A single figure is the whole answer: the number of lines in the records that contain "Parameters".

### Task inputs

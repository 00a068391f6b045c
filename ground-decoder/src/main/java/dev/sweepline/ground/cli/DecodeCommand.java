package dev.sweepline.ground.cli;

import com.fasterxml.jackson.databind.ObjectMapper;
import com.fasterxml.jackson.databind.SerializationFeature;
import dev.sweepline.ground.decode.TelemetryDecoder;
import dev.sweepline.ground.spectrum.Ccsds121QuadrantDecoder;
import java.io.IOException;
import java.io.Writer;
import java.nio.charset.StandardCharsets;
import java.nio.file.Files;
import java.nio.file.Path;
import java.util.concurrent.Callable;
import picocli.CommandLine.Command;
import picocli.CommandLine.Mixin;
import picocli.CommandLine.Option;
import picocli.CommandLine.Parameters;
import picocli.CommandLine.Spec;
import picocli.CommandLine.Model.CommandSpec;

/** {@code decode FILE --out DIR}: writes DIR/spectra.csv and DIR/summary.json. */
@Command(name = "decode", mixinStandardHelpOptions = true,
        description = "Decodes a file of ASM + TM frames into DIR/spectra.csv and DIR/summary.json.")
final class DecodeCommand implements Callable<Integer> {
    @Parameters(index = "0", paramLabel = "FILE", description = "File of ASM + TM frames.")
    Path input;

    @Option(names = "--out", required = true, paramLabel = "DIR", description = "Output directory (created).")
    Path out;

    @Mixin
    StreamOptions options = new StreamOptions();

    @Spec
    CommandSpec spec;

    @Override
    public Integer call() {
        if (!Files.isReadable(input) || Files.isDirectory(input)) {
            spec.commandLine().getErr().println("cannot read " + input);
            return ExitCodes.UNREADABLE_INPUT;
        }
        long octets;
        TelemetryDecoder decoder;
        try {
            Files.createDirectories(out);
        } catch (IOException e) {
            spec.commandLine().getErr().println("cannot create " + out + ": " + e.getMessage());
            return ExitCodes.OUTPUT_FAILED;
        }
        try (Writer w = Files.newBufferedWriter(out.resolve("spectra.csv"), StandardCharsets.UTF_8);
                SpectraCsvWriter csv = new SpectraCsvWriter(w)) {
            decoder = new TelemetryDecoder(options.config(), new Ccsds121QuadrantDecoder(), csv);
            try {
                octets = StreamReader.feed(input, decoder);
            } catch (IOException e) {
                spec.commandLine().getErr().println("cannot read " + input + ": " + e.getMessage());
                return ExitCodes.UNREADABLE_INPUT;
            }
        } catch (IOException e) {
            spec.commandLine().getErr().println("cannot write spectra.csv: " + e.getMessage());
            return ExitCodes.OUTPUT_FAILED;
        }
        try {
            ObjectMapper m = new ObjectMapper().enable(SerializationFeature.INDENT_OUTPUT);
            m.writeValue(out.resolve("summary.json").toFile(), SummaryJson.build(m, input.toString(), octets, decoder));
        } catch (IOException e) {
            spec.commandLine().getErr().println("cannot write summary.json: " + e.getMessage());
            return ExitCodes.OUTPUT_FAILED;
        }
        spec.commandLine().getOut().printf("%d good frames, %d bad, %d survey + %d focus spectra -> %s%n",
                decoder.stats().framesGood(),
                decoder.stats().framesBad().values().stream().mapToLong(Long::longValue).sum(),
                decoder.stats().spectraSurvey(), decoder.stats().spectraFocus(), out);
        return ExitCodes.OK;
    }
}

######

Task response -
2